As US forces approached Baghdad, there was a rash of reports that they would cross a "red line", within which Republican Guard units were authorised to use chemical weapons. But Lieutenant General James Conway, the leading US marine general in Iraq, conceded afterwards that intelligence reports that chemical weapons had been deployed around Baghdad before the war were wrong.

"It was a surprise to me ... that we have not uncovered weapons ... in some of the forward dispersal sites," he said. "We've been to virtually every ammunition supply point between the Kuwaiti border and Baghdad, but they're simply not there. We were simply wrong. Whether or not we're wrong at the national level, I think still very much remains to be seen."

18 Interrogation of scientists would yield the location of WMD

"I have got absolutely no doubt that those weapons are there ... once we have the co-operation of the scientists and the experts, I have got no doubt that we will find them," Tony Blair said in April. Numerous similar assurances were issued by other leading figures, who said interrogations would provide the WMD discoveries that searches had failed to supply. But almost all Iraq's leading scientists are in custody, and claims that lingering fears of Saddam Hussein are stilling their tongues are beginning to wear thin.

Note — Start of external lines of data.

package rolling_test

import (
	"fmt"
	"time"

	"driftfit/rolling"
)

// A pressure transmitter reads 100 kPa and drifts up by 0.05 kPa a day;
// a reading every 6 hours for 20 days is fitted over a 30-day window of
// 1-day panes. By hand: the newest reading is at day 19.75, so the level
// is 100 + 0.05·19.75 = 100.9875 and 101.5 kPa is (101.5 − 100.9875)/0.05
// = 10.25 days ahead.
func ExampleSensor_Solve() {
	s, err := rolling.NewSensor(rolling.WindowSpec{Span: 30 * 24 * time.Hour, Pane: 24 * time.Hour})
	if err != nil {
		panic(err)
	}
	start := time.Date(2026, 4, 1, 0, 0, 0, 0, time.UTC)
	for i := range 80 {
		at := start.Add(time.Duration(i) * 6 * time.Hour)
		days := at.Sub(start).Hours() / 24
		wiggle := 0.01 * float64(i%3-1) // a small repeating disturbance
		if err := s.Add(rolling.Reading{UnixNano: at.UnixNano(), Value: 100 + 0.05*days + wiggle}); err != nil {
			panic(err)
		}
	}
	f := s.Solve(0).Line
	fmt.Printf("n=%d level=%.3f kPa drift=%.4f±%.4f kPa/day\n", f.N, f.Coef[0], f.Coef[1], f.TCrit*f.SE[1])
	c, _ := f.TimeToLimit(101.5, true, 365*24*time.Hour)
	fmt.Printf("reaches 101.5 kPa: %v, in %.1f days\n", c.Kind, c.At.Hours()/24)
	// Output:
	// n=80 level=100.987 kPa drift=0.0500±0.0003 kPa/day
	// reaches 101.5 kPa: ahead, in 10.2 days
}
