// solve factors the symmetric matrix (upper triangle in ne.g) by Cholesky,
// G = L·Lᵀ, and fills beta = G⁻¹·r and inv = G⁻¹. It reports false,
// leaving beta and inv zero, when G is not positive definite.
func (ne *normal) solve(beta *[3]float64, inv *[3][3]float64) bool {
	p := ne.p
	if p == 2 {
		// The 2×2 case written out: pivot g00, then the Schur complement.
		g00, g01, g11 := ne.g[0][0], ne.g[0][1], ne.g[1][1]
		if !(g00 > 0) {
			return false
		}
		d := g11 - g01*g01/g00
		if !(d > pdTol*g11) {
			return false
		}
		ne.det = g00 * d
		inv[0][0], inv[0][1], inv[1][1] = g11/ne.det, -g01/ne.det, 1/d
		inv[1][0] = inv[0][1]
		beta[0] = inv[0][0]*ne.r[0] + inv[0][1]*ne.r[1]
		beta[1] = inv[1][0]*ne.r[0] + inv[1][1]*ne.r[1]
		return true
	}
	var l [3][3]float64
	for c := 0; c < p; c++ {
		d := ne.g[c][c]
		for k := 0; k < c; k++ {
			d -= l[c][k] * l[c][k]
		}
		if !(d > pdTol*ne.g[c][c]) {
			return false
		}
		l[c][c] = math.Sqrt(d)
		for r := c + 1; r < p; r++ {
			v := ne.g[c][r]
			for k := 0; k < c; k++ {
				v -= l[r][k] * l[c][k]
			}
			l[r][c] = v / l[c][c]
		}
	}
	// Inverse of L (lower triangular), then G⁻¹ = L⁻ᵀ·L⁻¹.
	var li [3][3]float64
	for c := 0; c < p; c++ {
		li[c][c] = 1 / l[c][c]
		for r := c + 1; r < p; r++ {
			var v float64
			for k := c; k < r; k++ {
				v -= l[r][k] * li[k][c]
			}
			li[r][c] = v / l[r][r]
		}
	}
	for r := 0; r < p; r++ {
		for c := 0; c < p; c++ {
			var v float64
			for k := max(r, c); k < p; k++ {
				v += li[k][r] * li[k][c]
			}
			inv[r][c] = v
		}
	}
	for r := 0; r < p; r++ {
		var v float64
		for c := 0; c < p; c++ {
			v += inv[r][c] * ne.r[c]
		}
		beta[r] = v
	}
	det := 1.0
	for c := 0; c < p; c++ {
		det *= l[c][c] * l[c][c]
	}
	ne.det = det
	return true
}

// finish turns the solution in z into the reported fit in τ days.
// With z = 1 + g·τ, p(z) = Σβⱼzʲ becomes c = T·β with
// T = [[1, 1, 1], [0, g, 2g], [0, 0, g²]] (cut to the model's size), and
// the covariance Tᵀ-transforms with it. anchor is added back to c0.
func (ne *normal) finish(f *Fit, beta [3]float64, inv [3][3]float64, g, anchor float64) {
	p := ne.p
	if f.N <= p {
		f.Err = ErrNotEnoughData
		return
	}
	if !f.PosDef {
		f.Err = ErrSingular
		return
	}
	f.DF = f.N - p
	rss := ne.rss
	unresolved := false
	if bound := ne.bound * 0x1p-52; rss < bound {
		rss, unresolved = bound, true
	}
	s2 := rss / float64(f.DF)
	if p == 2 {
		// T = [[1, 1], [0, g]]: written out, the hot case of two fits.
		i00, i01, i11 := inv[0][0], inv[0][1], inv[1][1]
		f.Coef[0], f.Coef[1] = beta[0]+beta[1], g*beta[1]
		f.Cov[0][0] = s2 * (i00 + 2*i01 + i11)
		f.Cov[0][1] = s2 * g * (i01 + i11)
		f.Cov[1][0] = f.Cov[0][1]
		f.Cov[1][1] = s2 * g * g * i11
	} else {
		t := [3][3]float64{{1, 1, 1}, {0, g, 2 * g}, {0, 0, g * g}}
		var ti [3][3]float64 // T·G⁻¹
		for r := range 3 {
			for c := range 3 {
				ti[r][c] = t[r][0]*inv[0][c] + t[r][1]*inv[1][c] + t[r][2]*inv[2][c]
			}
		}
		for r := range 3 {
			f.Coef[r] = t[r][0]*beta[0] + t[r][1]*beta[1] + t[r][2]*beta[2]
			for c := range 3 {
				f.Cov[r][c] = s2 * (ti[r][0]*t[c][0] + ti[r][1]*t[c][1] + ti[r][2]*t[c][2])
			}
		}
	}
	f.Coef[0] += anchor
	f.TCrit = t975(f.DF)
	for r := 0; r < p; r++ {
		f.SE[r] = math.Sqrt(max(f.Cov[r][r], 0))
		f.CI[r] = [2]float64{f.Coef[r] - f.TCrit*f.SE[r], f.Coef[r] + f.TCrit*f.SE[r]}
	}
	f.ResidSD = math.Sqrt(s2)
	if f.Cond = ne.condOf; !(f.Cond > 0) {
		f.Cond = ne.cond()
	}
	switch {
	case !ne.varied:
		f.Err = ErrConstant
		f.SE, f.Cov, f.ResidSD = [3]float64{}, [3][3]float64{}, 0
		for r := 0; r < p; r++ {
			f.CI[r] = [2]float64{f.Coef[r], f.Coef[r]}
		}
	case !(ne.css >= f.scaleFloor()):
		// Squared differences among the subnormals: no digit to trust.
		f.Err = ErrNumeric
	default:
		f.R2 = 1 - rss/ne.css
		if unresolved {
			f.Err = ErrUnresolved
		}
	}
	if f.Err == ErrNumeric || !f.finite() {
		*f = Fit{Model: f.Model, Err: ErrNumeric, N: f.N, Excluded: f.Excluded, First: f.First, Last: f.Last}
	}
}

// scaleFloor is the least Σ(y − ȳ)² whose squares keep full precision:
// N mean squares of 2⁻⁹⁶⁸, deviations of about 1e-146 or more. Below it
// the squared differences approach the subnormal range (below 2⁻¹⁰²²).
func (f *Fit) scaleFloor() float64 { return float64(f.N) * 0x1p-968 }

// finite reports whether every number of the fit is finite.
func (f *Fit) finite() bool {
	sum := f.ResidSD + f.R2 + f.Cond + f.TCrit
	for r := range 3 {
		sum += f.Coef[r] + f.SE[r] + f.CI[r][0] + f.CI[r][1] + f.Cov[r][0] + f.Cov[r][1] + f.Cov[r][2]
	}
	// A sum of finite numbers can overflow, so check the terms when the
	// sum is not finite.
	if !math.IsNaN(sum) && !math.IsInf(sum, 0) {
		return true
	}
	vals := []float64{f.ResidSD, f.R2, f.Cond, f.TCrit}
	for r := range 3 {
		vals = append(vals, f.Coef[r], f.SE[r], f.CI[r][0], f.CI[r][1], f.Cov[r][0], f.Cov[r][1], f.Cov[r][2])
	}
	for _, v := range vals {
		if math.IsNaN(v) || math.IsInf(v, 0) {
			return false
		}
	}
	return true
}
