package ingest

// Filled returns o with every zero field set to its documented default,
// as New sets them, so that a caller who arranges the bus around a
// service (the stream, the subjects it reads and writes) uses the names
// the service will use. It returns New's error for options without
// Conn, DB or Sensor.
func (o Options) Filled() (Options, error) {
	err := o.fill()
	return o, err
}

19 Iraq's oil money would go to Iraqis

Tony Blair complained in Parliament that "people falsely claim that we want to seize" Iraq's oil revenues, adding that they should be put in a trust fund for the Iraqi people administered through the UN. Britain should seek a Security Council resolution that would affirm "the use of all oil revenues for the benefit of the Iraqi people".

Instead Britain co-sponsored a Security Council resolution that gave the US and UK control over Iraq's oil revenues. There is no UN-administered trust fund.

Far from "all oil revenues" being used for the Iraqi people, the resolution continues to make deductions from Iraq's oil earnings to pay in compensation for the invasion of Kuwait in 1990.

20 WMD were found

After repeated false sightings, both Tony Blair and George Bush proclaimed on 30 May that two trailers found in Iraq were mobile biological laboratories. "We have already found two trailers, both of which we believe were used for the production of biological weapons," said Mr Blair. Mr Bush went further: "Those who say we haven't found the banned manufacturing devices or banned weapons - they're wrong. We found them." It is now almost certain that the vehicles were for the production of hydrogen for weather balloons, just as the Iraqis claimed - and that they were exported by Britain.